(Dataset entries)
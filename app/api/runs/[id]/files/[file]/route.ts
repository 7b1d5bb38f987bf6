import { Readable } from 'node:stream';
import { handler } from '@/lib/api/handler';
import { fileParamsSchema } from '@/lib/desk/schemas';
import { findRunFileKey } from '@/lib/db/queries/desk';
import { readStream, sizeOf } from '@/lib/storage';
import { AppError } from '@/lib/errors';

// GET /api/runs/:id/files/:file – stream the run's component maps, mean image or mask (assigned rater only)
export const GET = handler({ permission: 'votes.write', params: fileParamsSchema, what: 'The file' }, async ({ user, params }) => {
  const { key, decompositionId } = await findRunFileKey({ user, runId: params.id, file: params.file });
  let size: number;
  try {
    size = await sizeOf(key);
  } catch {
    throw new AppError('not_found', `The ${params.file} of run ${params.id} is missing from storage. Ask the facility admin to check the uploads folder.`);
  }
  return new Response(Readable.toWeb(readStream(key)) as ReadableStream, {
    headers: {
      'Content-Type': 'application/gzip',
      'Content-Length': String(size),
      // the address carries the decomposition id (?d=…), so a new decomposition is a new address
      'Cache-Control': 'private, max-age=86400',
      ETag: `"d${decompositionId}-${params.file}"`,
    },
  });
});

§ **EXERCISE REQUIREMENTS**
Search the records for the string "desk", and copy every line that holds it.

§ **ANSWER BOX**
import { fileParamsSchema } from '@/lib/desk/schemas';
import { findRunFileKey } from '@/lib/db/queries/desk';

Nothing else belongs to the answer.